### [What you are asked to do]
A single figure is wanted: the count of lines below containing the string "place".

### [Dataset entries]
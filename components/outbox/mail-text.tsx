import { Fragment } from "react";

const ADDRESS = /(https?:\/\/[^\s<>"']+)/;

/** A mail's words with the links into this service made to work; an address of anywhere else stays text. */
export function MailText({ text, origin }: Readonly<{ text: string; origin: string }>) {
  return (
    <p className="max-w-prose break-words whitespace-pre-wrap">
      {text.split(ADDRESS).map((part, index) => {
        const place = `${index} ${part}`;
        const path = part.startsWith(`${origin}/`) ? part.slice(origin.length) : null;
        if (path === null) return <Fragment key={place}>{part}</Fragment>;
        // A plain link: a full load, as from a mail program.
        return (
          <a key={place} href={path} className="break-all">
            {part}
          </a>
        );
      })}
    </p>
  );
}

### [Response for this exercise]
3